Stored data:

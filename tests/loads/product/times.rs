//! Delays, projections and loop currents, as the desk and the device have them.

use super::file::{WALL, read};
use strake::{assess, compile};
use strake_core::plan::Plan;
use strake_core::signal::{Channel, ReadingClass, SensorError, Sight, resolve};
use strake_oracle::cases::{Reason, Row};

const UNREAD: Reason = "inputs not understood";

pub(super) fn answer(row: &Row) -> Result<f64, Reason> {
    let number = |key: &str| row.number(key).ok_or(UNREAD);
    if row.quantity().starts_with("TRAP") {
        return Err("a wrong result, not to be reported");
    }
    match row.get("rule") {
        Some("rise_in_delay") => needed_m(number("rise_m_s")?, number("delay_s")?),
        Some("projected_level") => projected(row, true),
        Some("projected_pressure") => projected(row, false),
        Some("inflow") => Err("an inflow is measured, not worked out of a rise"),
        None if row.has("tank") => Err("a drum with round heads is not offered"),
        None if row.quantity().starts_with("rise of level in the whole delay") => {
            let area_m2 = std::f64::consts::PI * number("D_m")?.powi(2) / 4.0;
            let samples_s = number("sampling_s")? * number("samples_to_confirm")?;
            let delay_s = samples_s + number("on_delay_s")? + number("response_s")?;
            needed_m(number("inflow_m3_h")? / 3600.0 / area_m2, delay_s)
        }
        _ => Err("alarms judge the bound: uncertainty is not taken off twice"),
    }
}

/// The margin that a delay needs at a rise: `Margin::needed_m`, all the delay given as the
/// response time but what the sheet adds.
fn needed_m(rise_m_s: f64, delay_s: f64) -> Result<f64, Reason> {
    /// Interval at rest, a reading with its retries, failed-after.
    const OTHERS_S: f64 = 10.0 + 3.0 + 1.0;
    let text = site("surface", rise_m_s, 1e-4, delay_s - OTHERS_S);
    let file = read(&text);
    let contents = compile::Contents::of(&file);
    let compiled = compile::for_desk(&file, &contents).expect("a plan");
    let margin = assess::margin(&file, &compiled.plan).ok_or("no margin is given")?;
    Ok(margin.needed_m)
}

/// A loop current on the scale of the loop, as the device has it.
pub(super) fn loop_level(row: &Row) -> Result<f64, Reason> {
    let current_a = row.number("I_A").ok_or(UNREAD)?;
    assert!(row.number("level_at_4mA_m") == Some(0.0));
    assert!(row.number("level_at_20mA_m") == Some(10.0));
    let plan = plan(&site("surface", 1e-4, 1e-4, 60.0));
    #[expect(clippy::cast_possible_truncation, reason = "sixteenths of a microampere")]
    let count_16 = (current_a * 16e6).round() as i32;
    let mut sight = Sight::NONE;
    let found = resolve(&plan, &mut sight, 0, Channel::good(count_16), Channel::default());
    // Outside 4 to 20 mA the value is kept, and so said.
    assert_eq!(found.class, ReadingClass::Held);
    Ok(found.estimate.into())
}

/// The outer end of a reading that failed some time ago: up where the row's rate is a rise.
fn projected(row: &Row, surface: bool) -> Result<f64, Reason> {
    let number = |key: &str| row.number(key).ok_or(UNREAD);
    let rate_m_s = number("rise_m_s")?;
    let value = number(if surface { "level_m" } else { "P_Pa" })?;
    let sensor = if surface { "surface" } else { "head" };
    let (rise, fall) = (rate_m_s.max(1e-9), (-rate_m_s).max(1e-9));
    let plan = plan(&site(sensor, rise, fall, 60.0));
    let zero = f64::from(plan.level.value_at_zero);
    #[expect(clippy::cast_possible_truncation, reason = "sixteenths of a microampere")]
    let count_16 = ((value - zero) / f64::from(plan.level.value_per_count_16)).round() as i32;
    let count_16 = count_16 + plan.level.zero_count_16;
    let mut sight = Sight::NONE;
    let silent = Channel::failed(SensorError::Silent);
    let _ = resolve(&plan, &mut sight, 0, Channel::good(count_16), Channel::default());
    #[expect(clippy::cast_possible_truncation, clippy::cast_sign_loss, reason = "milliseconds")]
    let later_ms = (number("time_s")? * 1e3).round() as u64;
    let found = resolve(&plan, &mut sight, later_ms, silent, Channel::default());
    Ok(if rate_m_s > 0.0 { found.high } else { found.low }.into())
}

fn plan(text: &str) -> Plan {
    compile::for_device(&read(text)).unwrap_or_else(|e| panic!("{}", e.to_text(false))).plan
}

/// A tank with a sensor without any doubt: brine of 1280 kg/m3, overflow at 9.3 m; loops of 0 to
/// 10 m and of 0 to 150 kPa.
fn site(sensor: &str, rise_m_s: f64, fall_m_s: f64, response_s: f64) -> String {
    let level = if sensor == "head" {
        "sensor = \"head\"\nat = \"0 m\"\nreference = \"atmosphere\"\n\
         signal = { current_loop = [\"0 kPa\", \"150 kPa\"] }\nuncertainty = \"0 kPa\"\n"
    } else {
        "sensor = \"innage\"\nat = \"0 m\"\nsignal = { current_loop = [\"0 m\", \"10 m\"] }\n\
         uncertainty = \"0 mm\"\n"
    };
    format!(
        r#"[tank]
name = "case"
cylinder = {{ diameter = "8 m", height = "12 m" }}
[fill]
overflow = "9.3 m"
highest_rise = "{rise_m_s:?} m/s"
highest_fall = "{fall_m_s:?} m/s"
closed = false
[liquid]
name = "brine"
density = "1280 kg/m3"
temperature = "20 degC"
range = ["10 degC", "30 degC"]
expansion = "none"
uncertainty = "0 %"
[gas]
vented = true
[level]
{level}failed_after = "1 s"
{WALL}[alarm]
warn = {{ utilisation = 0.8, deadband = 0.02, on_delay = "0 s", off_delay = "60 s" }}
alarm = {{ utilisation = 0.9, deadband = 0.02, on_delay = "0 s", off_delay = "60 s" }}
response_time = "{response_s:?} s"
sounds_again_after = "10 min"
[logging]
interval = "10 s"
idle_interval = "10 s"
flush_after = "60 s"
"#
    )
}
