//! Power cuts at every step, alone and in pairs: nothing durable lost, nothing invented.

use crate::bench::{Bench, Medium, op};
use core::iter::repeat_n;
use core::ops::Range;
use std::collections::BTreeSet;
use strake::sim::nor::{Cut, Nor, Tear};

/// What a run over all cuts saw.
#[derive(Debug, Default)]
pub(crate) struct Seen {
    pub(crate) cuts: u64,
    pub(crate) torn_words: u64,
    pub(crate) half_erased: u64,
    pub(crate) failures: Vec<String>,
}

/// Runs operations 0 to the end of `ops`; for those in `ops` the power is cut at every one of their
/// steps in a copy. `then` goes on with the copy after its restart.
pub(crate) fn every_cut<F: Medium>(
    flash: F,
    ops: Range<usize>,
    state_len: usize,
    mut then: impl FnMut(&mut Bench<F>, usize) -> Result<(), String>,
) -> Seen {
    let mut seen = Seen::default();
    every_op(flash, ops, state_len, |before, bench, index| {
        let steps = bench.journal.flash().steps() - before.journal.flash().steps();
        // An erase alone is one step, with many ways to end.
        let ways = if steps == 1 { 25 } else { 1 };
        for step in 0..steps {
            for tear in [Tear::Before].into_iter().chain(repeat_n(Tear::During, ways)) {
                let mut cut = before.clone();
                let seed = seen.cuts;
                let scattered = seed % 3 == 0;
                let outcome = cut_in(&mut cut, Cut { steps: step, tear, scattered }, seed, index)
                    .and_then(|()| then(&mut cut, index));
                seen.cuts += 1;
                seen.torn_words += cut.journal.flash().torn_words();
                seen.half_erased += cut.journal.flash().half_erased();
                if let Err(error) = outcome {
                    seen.failures.push(format!("op {index} step {step} {tear:?}: {error}"));
                }
            }
        }
    });
    seen
}

/// Runs operations 0 to the end of `ops`; shows the bench before and after each of those in `ops`.
fn every_op<F: Medium>(
    flash: F,
    ops: Range<usize>,
    state_len: usize,
    mut show: impl FnMut(&Bench<F>, &Bench<F>, usize),
) {
    let mut bench = Bench::new(flash, state_len);
    for index in 0..ops.end {
        let before = bench.clone();
        bench.run(op(index)).unwrap();
        if index == ops.start {
            // Forgets what the ring has forgotten.
            bench.flush().unwrap();
            bench.restart().unwrap();
        } else if index > ops.start {
            show(&before, &bench, index);
        }
    }
}

/// Runs one operation into a cut and restarts.
fn cut_in<F: Medium>(
    bench: &mut Bench<F>,
    cut: Cut,
    seed: u64,
    index: usize,
) -> Result<(), String> {
    arm(bench, cut, seed);
    bench.run(op(index)).expect_err("the cut falls into this operation");
    bench.restart().map(|_| ())
}

fn arm<F: Medium>(bench: &mut Bench<F>, cut: Cut, seed: u64) {
    let flash = bench.journal.flash_mut();
    flash.seed(seed);
    flash.cut_after(Some(cut));
}

/// Goes on cleanly after a restart, then starts again from the cold.
pub(crate) fn goes_on<F: Medium>(bench: &mut Bench<F>, index: usize) -> Result<(), String> {
    bench.start_up().map_err(|error| format!("start-up entry: {error:?}"))?;
    for next in index..index + 7 {
        bench.run(op(next)).map_err(|error| format!("going on: {error:?}"))?;
    }
    bench.restart().map(|_| ())
}

/// The power fails again at every step of the start-up entry and of the operations behind it.
fn fails_again<F: Medium>(bench: &mut Bench<F>, index: usize) -> Result<u64, String> {
    let mut cuts = 0;
    for tear in [Tear::Before, Tear::During] {
        for step in 0.. {
            let mut again = bench.clone();
            arm(&mut again, Cut { steps: step, tear, scattered: step % 2 == 0 }, step);
            let outcome = again
                .start_up()
                .and_then(|()| (index..index + 5).try_for_each(|next| again.run(op(next))));
            if outcome.is_ok() {
                break;
            }
            cuts += 1;
            again.restart().map_err(|error| format!("second cut {step} {tear:?}: {error}"))?;
            goes_on(&mut again, index)
                .map_err(|error| format!("after second cut {step} {tear:?}: {error}"))?;
        }
    }
    Ok(cuts)
}

fn assert_sound(name: &str, seen: &Seen) {
    let Seen { cuts, torn_words, half_erased, failures } = seen;
    println!("{name}: {cuts} cuts, {torn_words} words torn, {half_erased} sectors half erased");
    assert!(failures.is_empty(), "{} failures, first: {:?}", failures.len(), failures.first());
    assert!(*torn_words > 1_000 && *half_erased > 40, "the cuts must do harm");
}

#[test]
fn every_single_cut_words_of_four() {
    let seen = every_cut(Nor::<4>::new(4), 1_900..3_400, 400, goes_on);
    assert_sound("single, W = 4", &seen);
}

#[test]
fn every_single_cut_words_of_one() {
    let seen = every_cut(Nor::<1>::new(4), 2_000..2_900, 300, goes_on);
    assert_sound("single, W = 1", &seen);
}

/// Every step of every operation is cut first; of these cuts each `every(operation)`-th is cut
/// again at every step behind it. Gives the second cuts.
fn pairs<const WORD: usize>(ops: Range<usize>, every: impl Fn(usize) -> u64) -> u64
where
    Nor<WORD>: Medium,
{
    let (mut second, mut turn) = (0, 0_u64);
    let seen = every_cut(Nor::<WORD>::new(4), ops, 100, |bench, index| {
        turn += 1;
        if turn.is_multiple_of(every(index)) {
            second += fails_again(bench, index)?;
        }
        Ok(())
    });
    println!("pairs, W = {WORD}: {second} second cuts");
    assert_sound(&format!("pairs, W = {WORD}"), &seen);
    second
}

/// The operations in which a sector is begun or erased.
fn sector_changes<const WORD: usize>(ops: Range<usize>) -> BTreeSet<usize>
where
    Nor<WORD>: Medium,
{
    let mut found = BTreeSet::new();
    every_op(Nor::<WORD>::new(4), ops, 100, |before, bench, index| {
        let at = |bench: &Bench<Nor<WORD>>| {
            (bench.journal.newest_sequence(), bench.journal.counters().erases)
        };
        if at(before) != at(bench) {
            found.insert(index);
        }
    });
    found
}

/// All pairs in one operation that begins a sector, a sample of them elsewhere.
#[test]
fn pairs_of_cuts_words_of_four() {
    let begun = sector_changes::<4>(2_000..3_000).into_iter().nth(1);
    println!("pairs, W = 4: all in operation {begun:?}");
    let second = pairs::<4>(2_000..3_000, |index| if Some(index) == begun { 1 } else { 13 });
    assert!(begun.is_some() && second > 9_000, "{second}");
}

/// Bytes are four times as many steps, so fewer of the first cuts are cut again.
#[test]
fn pairs_of_cuts_words_of_one() {
    let second = pairs::<1>(2_000..2_900, |_| 499);
    assert!(second > 2_500, "{second}");
}

#[test]
#[ignore = "a long proof: about a minute in release"]
fn long_every_pair_of_cuts_words_of_four() {
    let second = pairs::<4>(2_000..3_000, |_| 1);
    assert!(second > 100_000, "{second}");
}

#[test]
#[ignore = "a long proof: about fifteen minutes in release"]
fn long_every_pair_of_cuts_words_of_one() {
    let second = pairs::<1>(2_000..2_900, |_| 1);
    assert!(second > 1_000_000, "{second}");
}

Task statement =
Return, from the data, each line that has the word "resolve" in it.

Task result =
use strake_core::signal::{Channel, ReadingClass, SensorError, Sight, resolve};
    let found = resolve(&plan, &mut sight, 0, Channel::good(count_16), Channel::default());
    let _ = resolve(&plan, &mut sight, 0, Channel::good(count_16), Channel::default());
    let found = resolve(&plan, &mut sight, later_ms, silent, Channel::default());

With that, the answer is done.